# St aug/Conroe Tx



## Greyleafspot (Oct 16, 2018)

New to forum. Wife thinks I have a problem. I'm addicted to my lawn.


----------



## Greyleafspot (Oct 16, 2018)

That was before I took over


----------



## Greyleafspot (Oct 16, 2018)

Top dressed first year with top soil. After that I used compost the last few years


----------



## Greyleafspot (Oct 16, 2018)

Side lawn fall 2016


----------



## Greyleafspot (Oct 16, 2018)

Side lawn June/18


----------



## Greyleafspot (Oct 16, 2018)

Side lawn now


----------



## Greyleafspot (Oct 16, 2018)

After Harvey I've had yellow looking grass in my lawn. I also threw down barricade pre emergent way to heavy. I had root clubbing on the st aug. and I could just lift the runners after the spring.


----------



## Greyleafspot (Oct 16, 2018)




----------



## Greyleafspot (Oct 16, 2018)

Lawn this September. I get lots and lots of shade.


----------



## Greyleafspot (Oct 16, 2018)

No water for 10 days

5 days later after water


----------



## Greyleafspot (Oct 16, 2018)

Anybody now how to correct this problem? Yellow grass is killing me. It's seems all over. I have been putting down fungicide every 2 to 4 weeks. Alternating. Eagle turf liquid and granulated/ propaconizal/heritage/ Scott's fungicide.
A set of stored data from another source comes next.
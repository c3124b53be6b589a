//! Solving a state of water or steam from any pair of properties that fixes it, with IAPWS-IF97.
//!
//! The fast pairs (p,T), (p,h), (p,s) and (h,s) start from the IF97 backward equations and are
//! refined by Newton iteration on the basic equations, so that the basic equations applied to the
//! answer return the inputs to within `tol` (1e-11 relative by default, [`Options::STANDARD`]: 100
//! times tighter than the 1e-9 promise of `water.state`; in practice ~1e-13).
//! The other pairs ((T,h), (T,s), (p,v), (T,v), (p,u), (u,v)) scan each phase branch for sign
//! changes and solve each bracket with a safeguarded secant/bisection iteration, so that a pair
//! with two solutions is detected and reported, never silently resolved.
//!
//! Region boundaries: where two IF97 equations meet (623.15 K, B23, 1073.15 K) they differ
//! within IF97's consistency, so near the boundary a pair can have a state in each region (or
//! in neither). Every pair is answered with the state of the region that owns the boundary, the
//! one `regions::region_pt` gives the boundary points to (region 1 at 623.15 K, region 2 on B23
//! and at 1073.15 K): a state on the boundary round-trips through every pair. A state of the
//! other region inside that narrow band (at most ~0.1 K) comes back as the owner's state with
//! the same pair; a pair in a gap between the two is answered by the non-owner's equation
//! carried past the boundary by less than the band ((p,h), (p,s), (h,s), (u,v), and (T,v) on
//! B23; the other scanned pairs refuse it as no state). Answers a rounding error beyond an
//! outer limit (273.15 K, 2273.15 K, 1 Pa, 50 MPa, 100 MPa) are put on the limit.
//!
//! Internal units: p MPa, T K, v m3/kg, rho kg/m3, h u kJ/kg, s kJ/(kg K).
//!
//! Invariant: a returned [`State`] always satisfies the region's validity limits (up to the
//! boundary band above for a gap answer); two-phase states
//! carry NaN for cp, cv, w and the other single-phase derivatives (the API reports them as null
//! with a reason).

use crate::error::{Bound, Error, Result};
use crate::water::if97::backward;
use crate::water::if97::regions::{self, Region};
use crate::water::if97::{b23, region1, region2, region3, region4, region5};
use crate::water::props::Props;

/// Formulation name used in error messages.
pub const IF97: &str = "IAPWS-IF97";

/// The IF97 critical constants (R7-97(2012) Eqs. (2) to (4)), defined once in `if97::regions`.
pub use crate::water::if97::regions::{P_C, RHO_C, T_C};
/// Lowest temperature of IF97, K.
pub const T_MIN: f64 = regions::T_MIN;
/// Upper temperature of regions 1 to 3, K.
pub const T_MAX_123: f64 = regions::T_25;
/// Upper temperature of region 5, K.
pub const T_MAX_5: f64 = regions::T_MAX;
/// Upper pressure of regions 1 to 3, MPa.
pub const P_MAX: f64 = regions::P_MAX;
/// Upper pressure of region 5, MPa.
pub const P_MAX_5: f64 = regions::P_MAX_R5;
/// Lower temperature of region 3, K.
pub const T_13: f64 = regions::T_13;
/// Lowest pressure accepted, MPa (1 Pa; IF97 region 2 is valid for p > 0).
pub const P_MIN: f64 = 1e-6;

/// The phase of a state.
#[derive(Debug, Clone, Copy, PartialEq, Eq)]
pub enum Phase {
    /// Liquid (compressed or saturated), T below the critical temperature.
    Liquid,
    /// Vapour or gas below the critical pressure.
    Vapour,
    /// Two-phase liquid-vapour mixture.
    Wet,
    /// Above both the critical temperature and the critical pressure.
    Supercritical,
}

impl Phase {
    /// Lower-case name used on the wire.
    pub fn name(self) -> &'static str {
        match self {
            Phase::Liquid => "liquid",
            Phase::Vapour => "vapour",
            Phase::Wet => "wet",
            Phase::Supercritical => "supercritical",
        }
    }
}

/// A solved state.
#[derive(Debug, Clone, Copy, PartialEq)]
pub struct State {
    /// All properties; for wet states the mixture v, rho, u, h, s, and NaN for cp, cv, w,
    /// kappa, mu_jt, alpha_v, kappa_t.
    pub props: Props,
    /// Vapour mass fraction: 0..1 for wet states, None for single-phase states.
    pub x: Option<f64>,
    /// IF97 region of the state (4 for wet states).
    pub region: Region,
    /// Phase.
    pub phase: Phase,
    /// Whether the metastable-vapour equation was used.
    pub metastable: bool,
    /// Newton iterations used in refinement (0 for direct evaluations).
    pub iterations: u32,
}

/// A pair of input values (internal units).
#[derive(Debug, Clone, Copy, PartialEq)]
pub enum Given {
    /// Pressure MPa, temperature K.
    PT(f64, f64),
    /// Pressure MPa, enthalpy kJ/kg.
    PH(f64, f64),
    /// Pressure MPa, entropy kJ/(kg K).
    PS(f64, f64),
    /// Enthalpy kJ/kg, entropy kJ/(kg K).
    HS(f64, f64),
    /// Temperature K, quality 0..1.
    TX(f64, f64),
    /// Pressure MPa, quality 0..1.
    PX(f64, f64),
    /// Temperature K, enthalpy kJ/kg.
    TH(f64, f64),
    /// Temperature K, entropy kJ/(kg K).
    TS(f64, f64),
    /// Pressure MPa, specific volume m3/kg.
    PV(f64, f64),
    /// Temperature K, specific volume m3/kg.
    TV(f64, f64),
    /// Specific internal energy kJ/kg, specific volume m3/kg.
    UV(f64, f64),
    /// Pressure MPa, specific internal energy kJ/kg.
    PU(f64, f64),
}

/// Solver options. No `Default` for physics knobs beyond the documented ones.
#[derive(Debug, Clone, Copy, PartialEq)]
pub struct Options {
    /// Relative tolerance of the refinement: the basic equations return the inputs to this.
    pub tol: f64,
    /// Iteration limit of every Newton or bracketing iteration.
    pub max_iter: u32,
    /// Return the raw backward-equation answer (no Newton refinement) for (p,h), (p,s), (h,s).
    pub backward_only: bool,
    /// Allow the metastable-vapour equation for (p,T) inputs below the saturation temperature
    /// (p <= 10 MPa).
    pub metastable: bool,
    /// Which phase to return when a pair admits two states (e.g. (T,h) compressed liquid vs wet).
    pub prefer: Option<Phase>,
}

impl Options {
    /// The documented defaults: a refinement tolerance of 1e-11 relative (100 times tighter
    /// than the 1e-9 promise), 60 iterations, refinement on, no metastable states, no
    /// preference.
    pub const STANDARD: Options = Options {
        tol: 1e-11,
        max_iter: 60,
        backward_only: false,
        metastable: false,
        prefer: None,
    };
}

fn oor(q: &str, value: f64, limit: f64, unit: &str, bound: Bound) -> Error {
    Error::out_of_range(q, value, limit, unit, bound, IF97)
}

fn check_t(t: f64) -> Result<f64> {
    Error::check_finite("T", t)?;
    if t < T_MIN {
        return Err(oor("T", t, T_MIN, "K", Bound::Below));
    }
    if t > T_MAX_5 {
        return Err(oor("T", t, T_MAX_5, "K", Bound::Above));
    }
    Ok(t)
}

fn check_p(p: f64) -> Result<f64> {
    Error::check_finite("p", p)?;
    if p < P_MIN {
        return Err(oor("p", p, P_MIN, "MPa", Bound::Below));
    }
    if p > P_MAX {
        return Err(oor("p", p, P_MAX, "MPa", Bound::Above));
    }
    Ok(p)
}

fn check_x(x: f64) -> Result<f64> {
    Error::check_finite("x", x)?;
    if !(0.0..=1.0).contains(&x) {
        return Err(Error::invalid(format!(
            "x = {x} is outside 0..1 (the vapour mass fraction of a wet state)"
        )));
    }
    Ok(x)
}

/// Phase of a single-phase state from its region and (p, T, rho).
fn phase_of(region: Region, p: f64, t: f64, rho: f64) -> Phase {
    if t >= T_C && p >= P_C {
        return Phase::Supercritical;
    }
    match region {
        Region::R1 => Phase::Liquid,
        Region::R2 | Region::R5 => Phase::Vapour,
        Region::R3 => {
            if t >= T_C {
                Phase::Vapour
            } else if p >= P_C || rho > RHO_C {
                Phase::Liquid
            } else {
                Phase::Vapour
            }
        }
        Region::R4 => Phase::Wet,
    }
}

fn single(props: Props, region: Region, iterations: u32) -> State {
    State {
        phase: phase_of(region, props.p, props.t, props.rho),
        props,
        x: None,
        region,
        metastable: false,
        iterations,
    }
}

/// Relative distance within which an iterated answer counts as lying on a limit or boundary
/// it has crossed: the rounding of a converged iteration (~1e-13), far below the 1e-9 promise.
const EDGE_SLACK: f64 = 1e-9;

/// Relative width of the band along a region boundary where the neighbouring IF97 equations
/// can both (or neither) have a state for the same pair: their inconsistency on the boundary
/// (at most ~6e-5 in T at 1073.15 K and ~2e-4 in p on B23, as computed with the basic
/// equations) with a wide margin.
const BAND: f64 = 1e-3;

/// The region that owns the boundary between two neighbouring single-phase regions: the one
/// [`regions::region_pt`] gives the boundary points to (region 1 at 623.15 K, region 2 on
/// B23 and at 1073.15 K). Where both equations have a state for the same pair (their overlap
/// within IF97's consistency), the owner's is the answer, so that a state on the boundary
/// round-trips through every pair to the equation that the forward (p, T) call uses.
fn boundary_owner(a: Region, b: Region) -> Option<Region> {
    match (a, b) {
        (Region::R1, Region::R3) | (Region::R3, Region::R1) => Some(Region::R1),
        (Region::R2, Region::R3)
        | (Region::R3, Region::R2)
        | (Region::R2, Region::R5)
        | (Region::R5, Region::R2) => Some(Region::R2),
        _ => None,
    }
}

/// The regions across a boundary from `region` when (p, T) lies within [`BAND`] of that
/// boundary: the 623.15 K isotherm above the saturation pressure (regions 1 and 3), B23
/// (regions 2 and 3), the 1073.15 K isotherm up to 50 MPa (regions 2 and 5). Near the corner
/// at 623.15 K and 16.53 MPa, region 3 has both regions 1 and 2 as neighbours.
fn neighbours_near(region: Region, p: f64, t: f64) -> Vec<Region> {
    let near_13 = (t - T_13).abs() <= BAND * T_13 && p >= p_sat_13() * (1.0 - BAND);
    let near_b23 = (T_13 * (1.0 - BAND)..=regions::T_B23_MAX * (1.0 + BAND)).contains(&t)
        && (p - b23::p_b23(t)).abs() <= BAND * p;
    let near_25 = (t - T_MAX_123).abs() <= BAND * T_MAX_123 && p <= P_MAX_5 * (1.0 + BAND);
    let mut out = Vec::new();
    match region {
        Region::R1 if near_13 => out.push(Region::R3),
        Region::R3 => {
            if near_13 {
                out.push(Region::R1);
            }
            if near_b23 {
                out.push(Region::R2);
            }
        }
        Region::R2 => {
            if near_25 {
                out.push(Region::R5);
            }
            if near_b23 {
                out.push(Region::R3);
            }
        }
        Region::R5 if near_25 => out.push(Region::R2),
        _ => {}
    }
    out
}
I want my lawn to stay healthy this fall and wintee


----------



## Colonel K0rn (Jul 4, 2017)

@Greyleafspot Give FEature a shot at 2 oz/M. You'll be very pleased with the results.


----------



## Greyleafspot (Oct 16, 2018)

Colonel K0rn said:


> @Greyleafspot Give FEature a shot at 2 oz/M. You'll be very pleased with the results.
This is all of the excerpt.